From a privacy perspective, the processing of first-party data would not necessitate the use of the exemption pursuant to Article 14(5)(b) of the GDPR. The controller would be able to provide users with information and to opt-out of the processing in advance. Irrespective of whether the data at hand is first-party or third-party data, the opt-out procedure must be fair.
The combination of providing information and an opt-out possibility would enable data subjects to exercise their rights more easily, with greater control and increased transparency.
Also, for first-party data a contractual relationship between the controller and the user would typically exist. In contrast to data processing where such relationship is absent, a controller using data with whom a contractual relationship exists could uphold a higher level of transparency.
Based on the inherent difference between the processing of first-party and third-party data, and between the private and public nature of this data, there is no good reason to categorically exclude the processing of first-party data for the development of LLMs, irrespective of whether they originated via social media or otherwise.
We would argue such use may, in many cases, be based on legitimate interest.

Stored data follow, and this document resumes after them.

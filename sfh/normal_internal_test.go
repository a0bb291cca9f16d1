package sfh

import (
	"encoding/json"
	"os"
	"testing"

	"github.com/stretchr/testify/assert"
	"github.com/stretchr/testify/require"
)

// reference mirrors testdata/reference.json, written by testdata/reference.py.
type reference struct {
	NormalPPF0975 float64 `json:"normal_ppf_0975"`
	TruncNorm     []struct {
		Mu, Sigma, Lo, Hi, X, CDF, U, PPF, Mean float64
	} `json:"truncnorm"`
	Mixtures []struct {
		Name       string
		Ages       []float64
		Rate       []float64
		Cumulative []float64
		MeanRange  [2]float64 `json:"mean_range"`
		MeanAge    float64    `json:"mean_age"`
	}
	Kolmogorov []struct{ X, SF float64 }
}

func loadReference(t *testing.T) reference {
	t.Helper()
	b, err := os.ReadFile("testdata/reference.json")
	require.NoError(t, err)
	var ref reference
	require.NoError(t, json.Unmarshal(b, &ref))
	require.NotEmpty(t, ref.TruncNorm)
	return ref
}

// The truncated-Gaussian inverse CDF against a worked value: with the
// truncation far away it is the standard normal quantile.
func TestNormalQuantileWorkedValue(t *testing.T) {
	// From memory of Abramowitz & Stegun (1964), ch. 26, table of normal
	// percentage points: Φ⁻¹(0.975) = 1.959964; tolerance reflects its six
	// printed decimals.
	tn := newTruncNormal(-40, 40)
	assert.InDelta(t, 1.959964, tn.quantile(0.975), 1e-6)
	assert.InDelta(t, -1.959964, tn.quantile(0.025), 1e-6)

	// Source: SciPy 1.10 scipy.stats.norm.ppf(0.975), testdata/reference.py.
	ref := loadReference(t)
	assert.InDelta(t, ref.NormalPPF0975, tn.quantile(0.975), 1e-12)

	// Half-normal (truncated at its mean): quantile u is Φ⁻¹((1+u)/2), so
	// u = 0.95 gives the same 1.959964. From memory of Abramowitz & Stegun
	// (1964), ch. 26, as above.
	half := newTruncNormal(0, 40)
	assert.InDelta(t, 1.959964, half.quantile(0.95), 1e-6)
}

// Truncated Gaussian CDF, inverse CDF and mean against SciPy, including
// ranges 8–9σ into either tail.
// Source: SciPy 1.10 scipy.stats.truncnorm, testdata/reference.py.
func TestTruncatedNormalAgainstSciPy(t *testing.T) {
	ref := loadReference(t)
	for _, c := range ref.TruncNorm {
		s := newNormalShape(c.Mu, c.Sigma, 40)
		sp := s.span(c.Lo, c.Hi)
		assert.InEpsilonf(t, c.PPF, sp.quantile(c.U), 1e-10, "ppf %+v", c)
		assert.InEpsilonf(t, c.CDF, s.mass(c.Lo, c.X)/s.mass(c.Lo, c.Hi), 1e-10, "cdf %+v", c)
		assert.InEpsilonf(t, c.Mean, s.mean(c.Lo, c.Hi), 1e-10, "mean %+v", c)
	}
}

// Every shape's restricted inverse CDF inverts its own mass function.
func TestSpanQuantileInvertsMass(t *testing.T) {
	const T = 13.0
	shapes := map[string]shape{
		"uniform":   &uniformShape{maxAge: T},
		"exp+":      newExpShape(3, T),
		"exp-":      newExpShape(-0.5, T),
		"exp-flat":  newExpShape(1e9, T),
		"exp-spike": newExpShape(1e-3, T),
		"normal":    newNormalShape(4, 0.7, T),
		"steps":     newStepShape([]float64{0.5, 1, 3, 6, 12}, []float64{3, 0, 1, 0.5}),
	}
	ranges := [][2]float64{{0, T}, {2, 2.5}, {3.9, 4.1}, {0.7, 6.5}, {12.9, 13}, {9, 9.001}}
	for name, s := range shapes {
		for _, rg := range ranges {
			total := s.mass(rg[0], rg[1])
			if !(total > 1e-250) {
				continue
			}
			sp := s.span(rg[0], rg[1])
			assert.Equal(t, total, sp.mass)
			for _, u := range []float64{0, 1e-9, 0.1, 0.37, 0.5, 0.81, 0.999999} {
				x := sp.quantile(u)
				require.Truef(t, x >= rg[0] && x <= rg[1], "%s %v u=%g: %g outside", name, rg, u, x)
				assert.InDeltaf(t, u, s.mass(rg[0], x)/total, 1e-9, "%s %v u=%g", name, rg, u)
			}
		}
	}
}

Norway's data protection authority, Datatilsynet, is addressing the question of what legal basis is correct. It seems the DPA will coordinate the outcome of this discussion with data protection authorities in the European Economic Area and maybe with the EDPB. It is an important discussion. The consequences of the DPAs' views and the opinions of the EDPB have a large impact on how Europe may develop AI going forward.
In this case, making consent the only possible legal basis is hardly strengthening the EU's possibility of developing sound AI tools. We hope legitimate interest based upon a sound balancing test and a fair opt-out solution is acknowledged.
Anna Olberg Eide is a senior associate at Schjødt lawfirm.